I think my favorite of the modern artists featured was Shihoko Fukumoto, who had several pieces shown. My favorite was Morning Mist 1999, a tea ceremony room made of indigo dyed linen on a delicate frame. It just looked like the most peaceful space to sit inside of.

Some of the highlights from the historical section were the 19th-century Japanese fireman's coat, essentially a large indigo-dyed quilted garment kind of like a kimono, and a tiny preserved piece of cloth dyed in indigo with a horse woven into it from the 5th century. (Many of the historical pieces are depicted on the website's image section, actually.)

At the end of the exhibit was a film room showing sections of a documentary on indigo, which was fascinating.

Upstairs from BLUE was another exhibit of accessories and clothing from Bolivia, including some really cool embroidered and beaded hats, and a hands-on informational section for "textile novices" explaining common vocabulary terms used when referring to textiles, including samples of different kinds of fiber before and after processing, and different styles of weaving.
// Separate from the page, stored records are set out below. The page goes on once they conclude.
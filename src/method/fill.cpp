// SPDX-License-Identifier: GPL-3.0-or-later
#include "method/fill.h"

#include <algorithm>
#include <cmath>
#include <numbers>
#include <vector>

namespace kneeprint {
namespace {

double chance_above(const BandAudibility& b) {
  if (!(b.u > 0.0)) return b.distortion > b.threshold ? 1.0 : 0.0;
  return 0.5 * std::erfc((b.threshold - b.distortion) / (b.u * std::numbers::sqrt2));
}

// Probabilities of 0, 1, .. n successes among independent draws with these chances.
std::vector<double> success_counts(std::span<const double> chances) {
  std::vector<double> p{1.0};
  for (const double c : chances) {
    p.push_back(0.0);
    for (std::size_t k = p.size() - 1; k > 0; --k) p[k] = p[k] * (1.0 - c) + p[k - 1] * c;
    p[0] *= 1.0 - c;
  }
  return p;
}

// Smallest count whose cumulative probability reaches `share`.
double quantile(std::span<const double> counts, double share) {
  double sum = 0.0;
  for (std::size_t k = 0; k < counts.size(); ++k) {
    sum += counts[k];
    if (sum >= share) return static_cast<double>(k);
  }
  return static_cast<double>(counts.size() - 1);
}

}  // namespace

FillReading fill_of(std::span<const BandAudibility> bands) {
  std::vector<double> chances;
  double expected = 0.0, undecided = 0.0;
  bool rig_hides = false;
  for (const BandAudibility& b : bands) {
    if (b.flag == Flag::none) {
      chances.push_back(chance_above(b));
      expected += chances.back();
    } else if (b.upper >= b.threshold) {
      undecided += 1.0;
      rig_hides |= b.flag == Flag::floor;
    }
  }
  const double percent = 100.0 / static_cast<double>(bands.size());
  if (chances.empty() && undecided > 0.0) {
    return {percent * undecided, std::nullopt, rig_hides ? Flag::floor : Flag::noise};
  }
  const std::vector<double> counts = success_counts(chances);
  const double low = quantile(counts, 0.025), high = quantile(counts, 0.975) + undecided;
  return {percent * expected, percent * std::max(high - expected, expected - low), Flag::none};
}

}  // namespace kneeprint
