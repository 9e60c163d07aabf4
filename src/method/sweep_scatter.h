// SPDX-License-Identifier: GPL-3.0-or-later
// What the repeats of a sweep tell of noise and of drift, without a transform per repeat: the
// differences between repeats are demodulated along the sweep, at its orders and halfway between
// them. Halfway stands noise alone; what the orders show above that is the unit's own change.
#pragma once

#include <span>
#include <vector>

#include "method/method.h"
#include "quantity/uncertain.h"
#include "signal/log_sweep.h"

namespace kneeprint {

class SweepScatter {
 public:
  /// Orders 1 .. `orders` at fundamentals from `lowest` on, where the order's frequency stays below
  /// `highest`. `hold` has two blocks or more. Judges whether the repeats agree in their
  /// fundamental, within the noise or within `wanted`; the first, which begins from rest, is left
  /// out when that alone makes the others agree.
  SweepScatter(const LogSweep& sweep, const Waveform& take, const HoldLayout& hold, int orders,
               Hertz lowest, Hertz highest, Decibels wanted);

  bool settled() const { return settled_; }
  int first() const { return first_; }  ///< repeats from here on are averaged

  /// Standard uncertainty of each component of order n's response at `f`, as a peak sample value,
  /// when the mean of the repeats is read through a window of that energy. The noise halfway (at
  /// this and the neighbouring quarter octaves) and the order's own scatter are pooled, unless an F
  /// test at 0.1 % says that the order scatters more; then its own scatter alone.
  Contribution u(int order, Hertz f, Seconds window_energy) const;

 private:
  // |amplitude|^2 of a difference: per contrast, of half order k at [k - 1].
  using Powers = std::vector<std::vector<double>>;
  struct Node {
    Powers powers;
    double fundamental = 0.0;         // |amplitude|^2 of the repeats' mean
    double equivalent_samples = 0.0;  // (sum v)^2 / (sum v^2) of the node's window v
  };
  Node demodulate(Hertz f, const Waveform& take, const HoldLayout& hold, int orders) const;
  bool agree(int contrast, Decibels wanted) const;

  LogSweep sweep_;
  Hertz rate_, lowest_, highest_;
  int blocks_;
  int first_ = 0;
  bool settled_ = true;
  std::vector<Node> nodes_;
  std::vector<double> critical_;  // of the F test, by the number of values halfway
};

}  // namespace kneeprint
In the Bolivia exhibit, aside from the beaded hats my favorite thing was a finely-woven shawl depicting both with traditional figures like horses and chickens and more modern images like airplanes and guitars. They also had some really amazing embroidered coca-leaf bags and some extremely finely-knit caps, pouches, and tiny dolls. Honestly, these things must've been knit with like, toothpicks.

The Textile Museum also has an extensive library on its top floor, but by the time we got through the exhibit, it was after hours. I'd love to go check it out next time i'm in DC, though! I did get to make a run through the gift shop, where i bought a couple of Maiwa Productions' documentaries, one on indigo production and one on natural dyestuffs. There was of course a huge amount of amazing fiber art and books and other publications, but i figured i'd invest in the videos, in case i decide to use them in the dyeing class i teach in spring. Students often ask about natural dyeing and indigo, and it'd be cool to have some footage to look at on those topics instead of just book-stuff. So far i've watched part of the indigo documentary and it's really fascinating, showing harvesting processes and the vat setups at indigo farms that have been around for centuries over in India and such.

Also, if you hit the Textile Museum while in DC, i recommend taking the metro and walking--the walk up S Street takes you past a lot of foreign consulates, some of which have really amazing architecture, landscaping, and sculpture outside!